10-04-2007, 12:41	#58 (permalink)
X-Shadow No Life Poster Join Date: Jan 2000 Location: GSM Forum Posts: 1,108 Member: 871 Status: Offline Thanks Meter: 602	@Vadim Kova The probability is very high for 10 bits alone @ 66Mhz, but the technique is to use 16-bits from previous burst, then start guessing the wait state bits (6-9 bits long) one by one. This is the reverse manner of what dejan explained. If you already have hardware to check whether your trigger is valid or not, you can do it this way: (the example here is for 5200 v5.0) Use 16-bits from previous burst which is '0100100101011111' Since last bit is '1', then there is more probability that first bit of wait state is '1'. So add '1' to the end and check the 17-bit trigger with your hardware. If it sees it, add another '1'. If it does not see it change it to '0'. Once you get your first '0', all bits in the wait state after that should now be zero since the first bit of the current burst we want to patch is '0'. Now you will still need to guess the length of the wait state, so just keep adding '0' until you get an error. When that happens, that bit '1' is already part of the burst you want to patch! So now you just connect the bits from the current burst you want to patch and you have a valid trigger!
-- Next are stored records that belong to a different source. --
import { STAVES, type Stave, type Staves, stavesOf } from './amino-acids.ts'
import type { Pattern } from './pattern.ts'
import type { DigestibilityTier, Doubt, Portion, ProfileTier, ProteinSource } from './protein-source.ts'
import { seededNormals, seedOf } from './random.ts'
import { digestibleMgPerG } from './staves.ts'

/**
 * Coefficients of variation (fractions, one standard deviation). Parts are added in quadrature. The values and
 * their reasons stand in data/curation/uncertainty.csv.
 */
export interface Coefficients {
  /** of mg amino acid per g protein, by how the profile is known */
  profile: Record<ProfileTier, Staves>
  /** added to the profile's for each doubt */
  doubt: Record<Doubt, Staves>
  /** of the digestibility, common to all amino acids of a food */
  digestibility: Record<DigestibilityTier, number>
  /** of a food's protein content, hence of its weight in the mixture */
  protein: number
}

/** A 90 % band of the DIAAS, and the share of draws in which each stave is the limiting one. */
export interface Band {
  low: number
  high: number
  limitingShare: Staves
}

const DRAWS = 500
/** normals a draw needs: one a stave, one for the digestibility, one for the protein content */
const WIDTH = STAVES.length + 2

const drawsByFood = new Map<string, Float64Array>()

/** The draws of a food depend on its id alone, so that a split or reordered portion gives the same band. */
function drawsOf(foodId: string): Float64Array {
  let draws = drawsByFood.get(foodId)
  if (draws === undefined) {
    draws = seededNormals(seedOf(foodId), DRAWS * WIDTH)
    drawsByFood.set(foodId, draws)
  }
  return draws
}

function profileCv(food: ProteinSource, stave: Stave, coefficients: Coefficients): number {
  const parts = [
    coefficients.profile[food.profileTier][stave],
    ...food.doubts.map(d => coefficients.doubt[d][stave]),
  ]
  return Math.hypot(...parts)
}

/** A positive factor with mean 1 and coefficient of variation `cv`, from a standard normal (log-normal). */
function factor(cv: number, normal: number): number {
  const sigma2 = Math.log1p(cv * cv)
  return Math.exp(Math.sqrt(sigma2) * normal - sigma2 / 2)
}

/**
 * The band of a plate's DIAAS: the stated coefficients of variation propagated through the score by seeded draws.
 * Each food's profile is drawn per stave, its digestibility and its protein content once each. The band holds the
 * middle 90 % of draws. `null` without protein.
 */
export function bandOf(
  portions: readonly Portion[],
  pattern: Pattern,
  coefficients: Coefficients,
): Band | null {
  const merged = new Map<string, Portion>()
  for (const { food, grams } of portions) {
    if (!(grams > 0 && food.per100g.crudeProteinG > 0)) continue
    merged.set(food.id, { food, grams: grams + (merged.get(food.id)?.grams ?? 0) })
  }
  if (merged.size === 0) return null
  // In a fixed order, so that sums round alike however the plate was put together.
  const parts = [...merged.values()].sort((a, b) => (a.food.id < b.food.id ? -1 : 1))
  const mg = Array.from({ length: DRAWS }, () => new Float64Array(STAVES.length))
  const protein = new Float64Array(DRAWS)
  for (const { food, grams } of parts) {
    const draws = drawsOf(food.id)
    const crudeG = (grams / 100) * food.per100g.crudeProteinG
    const sigmas = STAVES.map(stave => profileCv(food, stave, coefficients))
    const digestible = STAVES.map(stave => digestibleMgPerG(food, stave))
    const digestibilityCv = coefficients.digestibility[food.digestibilityTier]
    for (let d = 0; d < DRAWS; d++) {
      const at = d * WIDTH
      const partG = crudeG * factor(coefficients.protein, draws[at + STAVES.length + 1]!)
      const digestibility = factor(digestibilityCv, draws[at + STAVES.length]!)
      protein[d]! += partG
      const row = mg[d]!
      for (let s = 0; s < STAVES.length; s++) {
        row[s]! += partG * digestible[s]! * digestibility * factor(sigmas[s]!, draws[at + s]!)
      }
    }
  }
  const scores = new Float64Array(DRAWS)
  const limitedBy = new Array<number>(STAVES.length).fill(0)
  for (let d = 0; d < DRAWS; d++) {
    let least = Number.POSITIVE_INFINITY
    let at = 0
    for (let s = 0; s < STAVES.length; s++) {
      const stave = (100 * mg[d]![s]!) / (protein[d]! * pattern.mgPerG[STAVES[s]!])
      if (stave < least) {
        least = stave
        at = s
      }
    }
    scores[d] = least
    limitedBy[at]!++
  }
  scores.sort()
  return {
    low: quantile(scores, 0.05),
    high: quantile(scores, 0.95),
    limitingShare: stavesOf(stave => limitedBy[STAVES.indexOf(stave)]! / DRAWS),
  }
}

/** Linear interpolation between order statistics of sorted values. */
function quantile(sorted: Float64Array, p: number): number {
  const at = p * (sorted.length - 1)
  const below = Math.floor(at)
  const above = Math.min(below + 1, sorted.length - 1)
  return sorted[below]! + (at - below) * (sorted[above]! - sorted[below]!)
}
All this is just theory and it is only proven in 1 example made by dejan and is implicitly implied in some Spansion datasheets. Please don't take my word for it because I do not own an expensive LogicAnalyzer with serial triggering. Follow this at your own risk please!
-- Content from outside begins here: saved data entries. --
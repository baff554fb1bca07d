/** A percentage as a whole number, never rounded up to more than it is. */
export const wholePercent = (value: number): string => String(Math.floor(value + 1e-9))
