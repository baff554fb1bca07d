import type { Stave } from './amino-acids.ts'
import type { Pattern } from './pattern.ts'
import type { Portion } from './protein-source.ts'
import { shortestStave, stavesOfPlate } from './staves.ts'

/** DIAAS in per cent, not truncated, with the stave that sets it; both null for a plate without protein. */
export type Diaas = { diaas: number; limiting: Stave } | { diaas: null; limiting: null }

/**
 * Digestible indispensable amino acid score of a plate: 100 x the least, over the indispensable amino acids, of
 * [mg digestible in 1 g of the plate's protein / mg in 1 g of the pattern].
 * Source: FAO Food and Nutrition Paper 92 (2013), section 4.
 */
export function diaasOf(portions: readonly Portion[], pattern: Pattern): Diaas {
  const staves = stavesOfPlate(portions, pattern)
  if (staves === null) return { diaas: null, limiting: null }
  const limiting = shortestStave(staves)
  return { diaas: staves[limiting], limiting }
}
10-04-2007, 17:32	#59 (permalink)
Vadim Kova Freak Poster Join Date: Dec 1999 Posts: 154 Member: 793 Status: Offline Thanks Meter: 1	Yes, it is clear, but can we start similar move from the last (current) burst back? We can add at once 7 zero (or 1's?) of waitstate in front of known 10 bits from the last burst. So we got 17 bit sequence and win 2^7 times in probability of correct decoding. Is it insufficient too?
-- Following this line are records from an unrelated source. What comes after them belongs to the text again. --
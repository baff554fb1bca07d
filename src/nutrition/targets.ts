/** A usual range of intake, with its source. */
export interface IntakeRange {
  id: string
  label: string
  low: number
  high: number
  unit: 'g/kg/day' | 'g/kg/meal'
  source: string
}

/** Usual ranges of protein intake for healthy adults; shown for information, never prescribed. */
export const INTAKE_RANGES: readonly IntakeRange[] = [
  {
    id: 'adult-safe-level',
    label: 'adult safe level',
    low: 0.83,
    high: 0.83,
    unit: 'g/kg/day',
    source: 'WHO Technical Report Series 935 (2007)',
  },
  {
    id: 'training',
    label: 'people who train',
    low: 1.4,
    high: 2.0,
    unit: 'g/kg/day',
    source: 'J Int Soc Sports Nutr 2017;14:20, doi:10.1186/s12970-017-0177-8',
  },
  {
    id: 'per-meal',
    label: 'one meal, people who train',
    low: 0.25,
    high: 0.4,
    unit: 'g/kg/meal',
    source:
      'J Int Soc Sports Nutr 2017;14:20, doi:10.1186/s12970-017-0177-8; 2018;15:10, doi:10.1186/s12970-018-0215-1',
  },
]

/**
 * Protein for one meal in g: body mass (kg) x intake (g per kg and day) / meals a day.
 *
 * @example mealTargetG({ bodyMassKg: 70, gPerKgPerDay: 1.6, mealsPerDay: 3 }) is 37.3
 */
export function mealTargetG(of: { bodyMassKg: number; gPerKgPerDay: number; mealsPerDay: number }): number {
  return (of.bodyMassKg * of.gPerKgPerDay) / of.mealsPerDay
}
10-04-2007, 20:46	#60 (permalink)
X-Shadow No Life Poster Join Date: Jan 2000 Location: GSM Forum Posts: 1,108 Member: 871 Status: Offline Thanks Meter: 602	@Vadim Kova You can do that if you want... But according to recent info shared to me by someone who know a lot BB5, that 32-byte block we want to patch is read again right after that subroutine called finishes. Meaning, if you patch the first instance of that 32-byte block in 5200 v5.0, your patched instruction will not be executed! Sometimes, depending of how the firmware is divided in 32-byte blocks, that block we want to patch gets read more than 2 times so really if you use that as your INITIAL trigger, then you have a big chance of patching the wrong INSTANCE of the that block in the end. Another BIG UP to Bph&Co who shared this info. Maybe this is what Dejan means when he said: "On the end with luck you will find only one long string in size of 24 bits or more.If you found more than one string YOU have to test all of them until you find right one!" One the other hand, if you already know the correct previous burst and you only want to "guess" the wait states... then by all means you can do it in reverse just like dejan stated. BR.